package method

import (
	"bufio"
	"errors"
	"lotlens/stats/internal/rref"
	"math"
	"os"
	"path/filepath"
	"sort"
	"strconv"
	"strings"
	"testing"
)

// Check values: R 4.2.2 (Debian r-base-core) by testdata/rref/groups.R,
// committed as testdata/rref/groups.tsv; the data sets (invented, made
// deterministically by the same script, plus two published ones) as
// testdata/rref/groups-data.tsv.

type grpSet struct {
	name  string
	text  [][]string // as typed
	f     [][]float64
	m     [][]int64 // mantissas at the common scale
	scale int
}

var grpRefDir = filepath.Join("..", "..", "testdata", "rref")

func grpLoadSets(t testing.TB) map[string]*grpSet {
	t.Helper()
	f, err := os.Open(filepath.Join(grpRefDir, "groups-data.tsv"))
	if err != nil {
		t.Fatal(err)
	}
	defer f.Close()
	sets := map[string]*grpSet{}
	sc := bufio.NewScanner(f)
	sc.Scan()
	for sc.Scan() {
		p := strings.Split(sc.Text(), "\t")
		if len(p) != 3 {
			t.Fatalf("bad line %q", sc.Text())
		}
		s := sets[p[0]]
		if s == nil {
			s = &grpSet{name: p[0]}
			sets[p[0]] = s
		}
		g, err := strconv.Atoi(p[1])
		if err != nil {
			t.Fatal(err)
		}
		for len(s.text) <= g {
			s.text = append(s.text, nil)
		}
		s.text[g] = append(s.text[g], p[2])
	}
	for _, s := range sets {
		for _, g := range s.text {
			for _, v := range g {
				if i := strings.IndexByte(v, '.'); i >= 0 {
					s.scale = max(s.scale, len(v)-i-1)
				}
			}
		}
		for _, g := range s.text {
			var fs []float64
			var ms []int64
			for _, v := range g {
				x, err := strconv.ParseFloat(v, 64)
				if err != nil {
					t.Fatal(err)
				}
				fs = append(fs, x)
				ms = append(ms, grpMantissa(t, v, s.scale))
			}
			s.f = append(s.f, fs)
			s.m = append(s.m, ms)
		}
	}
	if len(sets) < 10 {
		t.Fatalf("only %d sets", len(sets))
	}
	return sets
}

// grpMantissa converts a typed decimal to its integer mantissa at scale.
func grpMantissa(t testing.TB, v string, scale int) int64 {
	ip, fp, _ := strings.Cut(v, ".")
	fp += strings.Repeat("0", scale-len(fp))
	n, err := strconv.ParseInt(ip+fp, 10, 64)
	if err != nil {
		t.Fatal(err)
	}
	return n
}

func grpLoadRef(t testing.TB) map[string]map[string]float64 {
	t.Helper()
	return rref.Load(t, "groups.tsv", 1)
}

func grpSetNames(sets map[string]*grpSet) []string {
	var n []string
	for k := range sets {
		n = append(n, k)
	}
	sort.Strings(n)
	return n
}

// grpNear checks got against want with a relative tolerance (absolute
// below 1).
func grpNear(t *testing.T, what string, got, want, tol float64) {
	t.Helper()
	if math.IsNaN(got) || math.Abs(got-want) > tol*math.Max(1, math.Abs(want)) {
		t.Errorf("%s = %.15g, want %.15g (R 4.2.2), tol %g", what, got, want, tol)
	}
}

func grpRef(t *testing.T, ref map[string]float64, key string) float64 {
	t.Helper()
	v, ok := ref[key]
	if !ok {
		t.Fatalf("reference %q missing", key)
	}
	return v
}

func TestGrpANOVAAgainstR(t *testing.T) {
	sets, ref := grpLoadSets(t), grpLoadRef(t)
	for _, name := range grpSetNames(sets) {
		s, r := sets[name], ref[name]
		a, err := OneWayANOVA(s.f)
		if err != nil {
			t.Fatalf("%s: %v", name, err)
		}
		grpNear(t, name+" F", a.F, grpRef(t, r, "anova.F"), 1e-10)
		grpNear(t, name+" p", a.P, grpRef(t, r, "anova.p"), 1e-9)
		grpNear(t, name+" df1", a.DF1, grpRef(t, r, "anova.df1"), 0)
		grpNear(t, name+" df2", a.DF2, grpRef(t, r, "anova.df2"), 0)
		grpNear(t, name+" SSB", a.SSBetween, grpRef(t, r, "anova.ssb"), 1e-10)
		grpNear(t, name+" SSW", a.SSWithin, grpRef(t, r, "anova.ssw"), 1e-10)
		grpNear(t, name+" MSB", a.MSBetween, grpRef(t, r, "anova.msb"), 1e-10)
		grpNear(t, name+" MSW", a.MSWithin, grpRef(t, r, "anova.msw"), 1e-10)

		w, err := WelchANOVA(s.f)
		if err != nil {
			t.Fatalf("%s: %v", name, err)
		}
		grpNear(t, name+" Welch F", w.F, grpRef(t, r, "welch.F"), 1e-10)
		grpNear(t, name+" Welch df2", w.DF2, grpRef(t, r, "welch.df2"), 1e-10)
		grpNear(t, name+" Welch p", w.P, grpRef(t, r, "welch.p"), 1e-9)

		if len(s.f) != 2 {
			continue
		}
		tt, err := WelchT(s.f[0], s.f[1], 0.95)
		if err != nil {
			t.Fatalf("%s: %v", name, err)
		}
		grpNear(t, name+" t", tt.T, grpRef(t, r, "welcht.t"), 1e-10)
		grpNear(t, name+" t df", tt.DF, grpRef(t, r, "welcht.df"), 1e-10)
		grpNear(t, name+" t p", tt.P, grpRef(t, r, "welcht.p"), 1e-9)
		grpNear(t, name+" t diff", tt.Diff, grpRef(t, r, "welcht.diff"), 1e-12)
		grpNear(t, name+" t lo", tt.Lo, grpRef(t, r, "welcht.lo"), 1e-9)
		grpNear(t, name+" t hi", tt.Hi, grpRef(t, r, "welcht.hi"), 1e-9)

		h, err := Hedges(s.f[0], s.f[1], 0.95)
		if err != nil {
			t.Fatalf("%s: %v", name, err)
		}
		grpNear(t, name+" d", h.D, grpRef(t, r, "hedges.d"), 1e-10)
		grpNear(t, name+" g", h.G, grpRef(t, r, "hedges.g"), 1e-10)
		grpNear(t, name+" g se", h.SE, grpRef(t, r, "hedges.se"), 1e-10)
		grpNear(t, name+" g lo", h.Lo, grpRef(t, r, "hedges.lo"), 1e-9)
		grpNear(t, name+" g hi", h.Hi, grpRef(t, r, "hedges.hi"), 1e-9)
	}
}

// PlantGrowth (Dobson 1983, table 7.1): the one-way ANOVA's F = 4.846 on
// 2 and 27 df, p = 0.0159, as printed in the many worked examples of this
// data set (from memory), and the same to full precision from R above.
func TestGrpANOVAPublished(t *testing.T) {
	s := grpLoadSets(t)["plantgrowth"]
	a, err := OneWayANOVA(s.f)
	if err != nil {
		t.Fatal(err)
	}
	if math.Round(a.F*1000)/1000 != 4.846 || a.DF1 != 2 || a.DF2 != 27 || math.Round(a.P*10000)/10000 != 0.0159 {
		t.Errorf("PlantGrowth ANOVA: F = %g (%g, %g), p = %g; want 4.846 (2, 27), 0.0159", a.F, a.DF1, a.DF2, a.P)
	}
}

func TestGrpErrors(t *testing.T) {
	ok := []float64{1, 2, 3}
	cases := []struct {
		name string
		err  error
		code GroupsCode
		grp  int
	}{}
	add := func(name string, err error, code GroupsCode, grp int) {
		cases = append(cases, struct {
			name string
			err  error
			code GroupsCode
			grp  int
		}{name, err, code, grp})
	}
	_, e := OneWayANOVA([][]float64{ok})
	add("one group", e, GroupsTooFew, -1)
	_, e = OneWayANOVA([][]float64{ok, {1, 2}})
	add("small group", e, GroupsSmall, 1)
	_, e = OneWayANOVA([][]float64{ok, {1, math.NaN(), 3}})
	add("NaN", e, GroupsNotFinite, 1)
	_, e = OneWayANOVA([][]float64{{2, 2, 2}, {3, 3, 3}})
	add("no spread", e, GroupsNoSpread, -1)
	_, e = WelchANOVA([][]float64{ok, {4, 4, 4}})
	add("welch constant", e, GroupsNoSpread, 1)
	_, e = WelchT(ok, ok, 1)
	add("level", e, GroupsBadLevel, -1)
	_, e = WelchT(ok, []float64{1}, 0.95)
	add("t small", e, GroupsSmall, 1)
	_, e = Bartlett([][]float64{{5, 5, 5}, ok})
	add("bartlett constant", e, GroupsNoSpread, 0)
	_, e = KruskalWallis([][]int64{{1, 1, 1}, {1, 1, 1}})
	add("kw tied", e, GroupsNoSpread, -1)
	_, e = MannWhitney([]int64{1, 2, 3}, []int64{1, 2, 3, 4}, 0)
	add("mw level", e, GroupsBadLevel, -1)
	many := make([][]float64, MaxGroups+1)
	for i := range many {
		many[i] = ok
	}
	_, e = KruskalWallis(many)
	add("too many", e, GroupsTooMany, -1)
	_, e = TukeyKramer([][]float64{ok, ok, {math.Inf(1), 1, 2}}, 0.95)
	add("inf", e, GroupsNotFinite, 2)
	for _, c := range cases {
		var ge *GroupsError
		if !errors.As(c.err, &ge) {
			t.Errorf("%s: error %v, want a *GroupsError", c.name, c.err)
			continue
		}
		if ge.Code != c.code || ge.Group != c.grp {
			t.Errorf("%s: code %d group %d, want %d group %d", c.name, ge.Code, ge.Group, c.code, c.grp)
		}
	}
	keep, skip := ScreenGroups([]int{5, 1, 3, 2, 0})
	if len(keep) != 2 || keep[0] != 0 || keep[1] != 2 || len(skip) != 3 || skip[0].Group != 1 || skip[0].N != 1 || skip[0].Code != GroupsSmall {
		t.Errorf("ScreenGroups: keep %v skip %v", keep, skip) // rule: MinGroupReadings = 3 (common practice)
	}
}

* * *

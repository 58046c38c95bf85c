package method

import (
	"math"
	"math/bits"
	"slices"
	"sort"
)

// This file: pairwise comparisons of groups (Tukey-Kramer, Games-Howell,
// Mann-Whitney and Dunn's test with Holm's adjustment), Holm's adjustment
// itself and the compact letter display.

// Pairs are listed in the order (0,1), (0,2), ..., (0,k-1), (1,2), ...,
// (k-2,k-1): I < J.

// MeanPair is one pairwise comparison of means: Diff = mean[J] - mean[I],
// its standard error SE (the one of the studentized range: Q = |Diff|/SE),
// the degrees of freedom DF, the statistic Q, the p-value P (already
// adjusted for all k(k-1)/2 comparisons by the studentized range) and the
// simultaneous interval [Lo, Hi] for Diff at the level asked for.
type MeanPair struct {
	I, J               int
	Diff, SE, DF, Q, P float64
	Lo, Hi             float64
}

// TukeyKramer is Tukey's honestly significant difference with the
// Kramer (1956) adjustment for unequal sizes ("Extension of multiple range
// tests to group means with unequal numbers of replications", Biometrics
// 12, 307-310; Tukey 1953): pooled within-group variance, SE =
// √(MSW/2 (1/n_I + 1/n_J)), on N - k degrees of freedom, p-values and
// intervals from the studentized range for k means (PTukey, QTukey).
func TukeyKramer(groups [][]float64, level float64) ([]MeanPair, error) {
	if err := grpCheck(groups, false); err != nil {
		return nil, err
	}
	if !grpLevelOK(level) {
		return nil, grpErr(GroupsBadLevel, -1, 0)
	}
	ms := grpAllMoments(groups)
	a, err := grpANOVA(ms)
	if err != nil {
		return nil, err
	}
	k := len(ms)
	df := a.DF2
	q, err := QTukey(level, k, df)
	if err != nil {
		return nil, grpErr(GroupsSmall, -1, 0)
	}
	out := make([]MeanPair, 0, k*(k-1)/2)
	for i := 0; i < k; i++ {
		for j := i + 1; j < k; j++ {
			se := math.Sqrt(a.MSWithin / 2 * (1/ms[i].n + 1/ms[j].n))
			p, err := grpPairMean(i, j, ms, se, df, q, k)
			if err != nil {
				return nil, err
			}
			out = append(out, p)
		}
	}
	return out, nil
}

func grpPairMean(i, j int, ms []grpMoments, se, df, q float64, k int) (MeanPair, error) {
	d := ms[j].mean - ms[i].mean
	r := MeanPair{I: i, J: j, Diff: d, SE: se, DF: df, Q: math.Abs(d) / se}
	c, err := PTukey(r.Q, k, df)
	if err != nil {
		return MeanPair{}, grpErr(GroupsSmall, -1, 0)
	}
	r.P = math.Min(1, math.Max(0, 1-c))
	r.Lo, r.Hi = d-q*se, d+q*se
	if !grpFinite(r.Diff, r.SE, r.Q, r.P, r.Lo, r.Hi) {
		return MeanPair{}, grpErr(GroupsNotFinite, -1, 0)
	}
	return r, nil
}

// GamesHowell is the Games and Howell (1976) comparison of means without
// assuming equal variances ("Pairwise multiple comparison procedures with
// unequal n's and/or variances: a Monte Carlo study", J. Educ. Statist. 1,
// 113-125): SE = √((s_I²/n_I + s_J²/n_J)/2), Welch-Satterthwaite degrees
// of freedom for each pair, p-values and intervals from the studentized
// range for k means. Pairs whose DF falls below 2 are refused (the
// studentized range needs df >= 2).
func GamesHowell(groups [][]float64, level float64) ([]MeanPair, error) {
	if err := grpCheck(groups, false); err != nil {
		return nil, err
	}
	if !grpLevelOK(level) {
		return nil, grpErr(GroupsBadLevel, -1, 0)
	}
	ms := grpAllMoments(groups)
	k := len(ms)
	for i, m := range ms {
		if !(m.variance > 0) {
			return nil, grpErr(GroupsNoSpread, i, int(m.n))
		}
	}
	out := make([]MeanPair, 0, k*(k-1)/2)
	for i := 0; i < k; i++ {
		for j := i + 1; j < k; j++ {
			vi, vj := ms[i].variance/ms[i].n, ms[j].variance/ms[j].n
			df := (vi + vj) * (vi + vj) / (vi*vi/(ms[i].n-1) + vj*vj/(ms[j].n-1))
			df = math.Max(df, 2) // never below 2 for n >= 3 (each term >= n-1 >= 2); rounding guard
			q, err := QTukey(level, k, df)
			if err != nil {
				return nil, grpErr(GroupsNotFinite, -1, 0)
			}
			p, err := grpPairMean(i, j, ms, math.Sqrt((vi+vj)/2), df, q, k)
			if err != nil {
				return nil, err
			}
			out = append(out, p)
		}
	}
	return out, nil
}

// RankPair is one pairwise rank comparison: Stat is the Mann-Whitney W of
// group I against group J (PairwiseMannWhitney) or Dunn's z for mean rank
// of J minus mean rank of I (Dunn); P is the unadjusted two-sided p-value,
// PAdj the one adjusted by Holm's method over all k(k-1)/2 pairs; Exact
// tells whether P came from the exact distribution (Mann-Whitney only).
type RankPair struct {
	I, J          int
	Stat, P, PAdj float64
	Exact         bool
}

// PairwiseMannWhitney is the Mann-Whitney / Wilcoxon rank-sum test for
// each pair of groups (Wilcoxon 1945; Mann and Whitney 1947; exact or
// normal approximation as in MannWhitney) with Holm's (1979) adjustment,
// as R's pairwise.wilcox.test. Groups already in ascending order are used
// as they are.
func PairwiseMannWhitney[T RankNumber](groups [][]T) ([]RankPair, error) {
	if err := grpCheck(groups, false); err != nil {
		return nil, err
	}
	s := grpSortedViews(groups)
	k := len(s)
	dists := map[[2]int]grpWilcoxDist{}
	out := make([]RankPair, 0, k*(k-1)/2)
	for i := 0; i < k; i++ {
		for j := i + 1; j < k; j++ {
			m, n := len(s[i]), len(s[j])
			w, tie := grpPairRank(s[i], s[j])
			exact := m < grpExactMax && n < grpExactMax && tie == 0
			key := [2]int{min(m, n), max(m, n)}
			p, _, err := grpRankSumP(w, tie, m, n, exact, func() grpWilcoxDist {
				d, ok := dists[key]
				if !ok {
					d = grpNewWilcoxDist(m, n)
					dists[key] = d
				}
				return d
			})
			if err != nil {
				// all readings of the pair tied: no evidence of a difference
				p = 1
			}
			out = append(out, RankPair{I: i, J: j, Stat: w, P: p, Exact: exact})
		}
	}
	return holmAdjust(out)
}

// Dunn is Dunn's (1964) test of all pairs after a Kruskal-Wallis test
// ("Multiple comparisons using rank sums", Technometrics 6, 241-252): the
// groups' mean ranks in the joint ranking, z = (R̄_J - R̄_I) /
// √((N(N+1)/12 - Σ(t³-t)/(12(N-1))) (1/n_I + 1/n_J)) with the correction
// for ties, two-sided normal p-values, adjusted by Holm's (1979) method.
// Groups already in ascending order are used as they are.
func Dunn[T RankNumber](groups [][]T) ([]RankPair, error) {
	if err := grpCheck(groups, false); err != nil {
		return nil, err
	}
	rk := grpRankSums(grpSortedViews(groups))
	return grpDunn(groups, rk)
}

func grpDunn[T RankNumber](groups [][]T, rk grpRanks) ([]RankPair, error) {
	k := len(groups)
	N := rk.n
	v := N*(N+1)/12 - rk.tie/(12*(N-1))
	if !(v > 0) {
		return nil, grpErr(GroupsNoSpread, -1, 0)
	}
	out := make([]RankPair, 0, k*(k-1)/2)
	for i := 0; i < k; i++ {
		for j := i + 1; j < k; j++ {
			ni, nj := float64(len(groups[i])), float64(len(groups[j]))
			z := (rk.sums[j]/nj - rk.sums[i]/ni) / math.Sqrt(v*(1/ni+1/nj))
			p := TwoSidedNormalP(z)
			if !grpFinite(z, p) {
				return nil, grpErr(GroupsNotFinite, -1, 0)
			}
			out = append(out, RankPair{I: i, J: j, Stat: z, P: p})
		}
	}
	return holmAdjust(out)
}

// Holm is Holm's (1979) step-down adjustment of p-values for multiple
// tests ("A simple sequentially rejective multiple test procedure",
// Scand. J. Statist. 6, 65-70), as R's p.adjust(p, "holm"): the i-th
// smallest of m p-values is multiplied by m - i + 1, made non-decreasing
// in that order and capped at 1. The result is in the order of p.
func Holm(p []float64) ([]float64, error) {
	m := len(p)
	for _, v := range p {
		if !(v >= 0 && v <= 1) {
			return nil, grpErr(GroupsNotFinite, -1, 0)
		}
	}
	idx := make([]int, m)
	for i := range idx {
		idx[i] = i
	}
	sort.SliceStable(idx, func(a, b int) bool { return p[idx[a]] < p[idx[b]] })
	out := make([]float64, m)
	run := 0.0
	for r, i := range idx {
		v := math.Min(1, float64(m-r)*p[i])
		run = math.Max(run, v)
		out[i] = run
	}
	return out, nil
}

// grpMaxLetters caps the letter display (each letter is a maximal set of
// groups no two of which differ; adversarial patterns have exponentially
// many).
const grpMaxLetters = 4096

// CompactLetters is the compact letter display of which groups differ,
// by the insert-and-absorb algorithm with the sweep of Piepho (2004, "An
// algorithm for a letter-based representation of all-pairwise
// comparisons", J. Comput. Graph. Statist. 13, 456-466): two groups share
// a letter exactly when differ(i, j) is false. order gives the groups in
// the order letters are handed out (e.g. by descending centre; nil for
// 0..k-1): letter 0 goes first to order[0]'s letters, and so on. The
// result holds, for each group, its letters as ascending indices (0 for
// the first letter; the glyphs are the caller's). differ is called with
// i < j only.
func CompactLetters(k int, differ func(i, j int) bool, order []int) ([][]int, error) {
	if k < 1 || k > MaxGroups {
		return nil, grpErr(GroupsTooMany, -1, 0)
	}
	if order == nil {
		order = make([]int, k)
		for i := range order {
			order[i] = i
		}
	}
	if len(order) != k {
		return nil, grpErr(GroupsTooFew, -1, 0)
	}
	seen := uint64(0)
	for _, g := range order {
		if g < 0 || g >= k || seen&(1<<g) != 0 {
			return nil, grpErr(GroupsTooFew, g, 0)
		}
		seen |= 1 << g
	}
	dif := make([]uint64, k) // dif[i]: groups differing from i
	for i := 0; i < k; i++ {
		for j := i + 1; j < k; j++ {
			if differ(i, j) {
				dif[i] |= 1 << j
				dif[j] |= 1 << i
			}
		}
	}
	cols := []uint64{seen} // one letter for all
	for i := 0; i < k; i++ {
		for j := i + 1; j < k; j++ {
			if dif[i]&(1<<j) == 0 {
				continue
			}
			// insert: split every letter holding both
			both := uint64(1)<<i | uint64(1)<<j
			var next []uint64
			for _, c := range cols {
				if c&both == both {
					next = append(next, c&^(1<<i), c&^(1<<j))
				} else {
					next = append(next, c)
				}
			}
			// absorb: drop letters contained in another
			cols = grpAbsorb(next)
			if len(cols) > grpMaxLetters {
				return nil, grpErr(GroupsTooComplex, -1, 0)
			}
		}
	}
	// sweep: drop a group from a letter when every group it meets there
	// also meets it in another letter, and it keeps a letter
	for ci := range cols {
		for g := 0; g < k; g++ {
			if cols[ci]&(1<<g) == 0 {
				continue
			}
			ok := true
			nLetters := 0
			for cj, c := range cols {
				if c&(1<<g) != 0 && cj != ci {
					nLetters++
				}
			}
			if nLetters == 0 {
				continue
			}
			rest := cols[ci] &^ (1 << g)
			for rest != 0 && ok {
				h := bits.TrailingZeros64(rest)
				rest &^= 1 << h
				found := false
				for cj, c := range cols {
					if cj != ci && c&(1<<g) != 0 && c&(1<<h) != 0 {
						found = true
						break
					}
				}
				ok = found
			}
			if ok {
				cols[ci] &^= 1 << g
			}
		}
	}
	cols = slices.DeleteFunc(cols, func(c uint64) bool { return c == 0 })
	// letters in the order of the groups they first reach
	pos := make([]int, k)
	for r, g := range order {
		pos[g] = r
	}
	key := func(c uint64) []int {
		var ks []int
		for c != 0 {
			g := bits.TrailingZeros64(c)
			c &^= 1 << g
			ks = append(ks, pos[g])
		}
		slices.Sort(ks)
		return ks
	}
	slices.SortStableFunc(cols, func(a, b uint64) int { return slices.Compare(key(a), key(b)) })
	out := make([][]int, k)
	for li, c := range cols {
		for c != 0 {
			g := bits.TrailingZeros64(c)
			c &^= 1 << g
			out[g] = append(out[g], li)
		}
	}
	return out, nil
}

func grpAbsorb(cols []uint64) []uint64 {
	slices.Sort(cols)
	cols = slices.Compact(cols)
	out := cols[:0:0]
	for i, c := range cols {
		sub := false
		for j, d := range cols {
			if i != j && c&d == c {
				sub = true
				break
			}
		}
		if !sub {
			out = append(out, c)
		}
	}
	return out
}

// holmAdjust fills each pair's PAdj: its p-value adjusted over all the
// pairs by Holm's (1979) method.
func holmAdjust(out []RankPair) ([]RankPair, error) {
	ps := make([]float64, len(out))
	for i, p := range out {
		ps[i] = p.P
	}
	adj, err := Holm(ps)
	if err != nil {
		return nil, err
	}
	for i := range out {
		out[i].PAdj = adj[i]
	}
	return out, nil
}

* * *

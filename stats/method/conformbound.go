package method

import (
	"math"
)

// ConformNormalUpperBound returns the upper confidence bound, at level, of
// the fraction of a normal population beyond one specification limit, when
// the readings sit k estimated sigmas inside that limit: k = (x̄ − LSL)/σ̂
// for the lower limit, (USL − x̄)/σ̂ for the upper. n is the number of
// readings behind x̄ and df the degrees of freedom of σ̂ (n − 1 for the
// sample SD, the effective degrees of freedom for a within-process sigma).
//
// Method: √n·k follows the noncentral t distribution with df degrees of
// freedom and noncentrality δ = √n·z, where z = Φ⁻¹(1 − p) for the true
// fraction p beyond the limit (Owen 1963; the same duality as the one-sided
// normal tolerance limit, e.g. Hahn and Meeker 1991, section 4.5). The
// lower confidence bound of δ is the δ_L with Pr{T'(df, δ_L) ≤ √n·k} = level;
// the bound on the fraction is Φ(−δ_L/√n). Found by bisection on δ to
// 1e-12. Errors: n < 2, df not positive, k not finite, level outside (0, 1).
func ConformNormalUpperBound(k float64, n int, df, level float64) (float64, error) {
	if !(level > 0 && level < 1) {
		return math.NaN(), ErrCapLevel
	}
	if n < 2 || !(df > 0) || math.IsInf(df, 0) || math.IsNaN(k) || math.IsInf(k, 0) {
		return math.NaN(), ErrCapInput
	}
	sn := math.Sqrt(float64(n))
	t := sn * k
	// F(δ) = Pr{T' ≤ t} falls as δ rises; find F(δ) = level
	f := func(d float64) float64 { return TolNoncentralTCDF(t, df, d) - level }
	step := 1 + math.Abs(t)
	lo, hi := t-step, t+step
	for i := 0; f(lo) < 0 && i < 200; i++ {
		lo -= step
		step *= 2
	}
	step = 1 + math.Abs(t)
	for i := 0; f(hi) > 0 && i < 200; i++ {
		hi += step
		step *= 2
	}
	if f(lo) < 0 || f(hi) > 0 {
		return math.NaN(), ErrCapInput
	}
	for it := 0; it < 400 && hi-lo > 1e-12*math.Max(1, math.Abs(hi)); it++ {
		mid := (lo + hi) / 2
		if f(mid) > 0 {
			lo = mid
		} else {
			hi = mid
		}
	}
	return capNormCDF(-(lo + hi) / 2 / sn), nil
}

▶ _Work request_
What lines in the entries contain "first"? Report each one by copying it.

▶ _Answer area_
// 0..k-1): letter 0 goes first to order[0]'s letters, and so on. The
// the first letter; the glyphs are the caller's). differ is called with
	// letters in the order of the groups they first reach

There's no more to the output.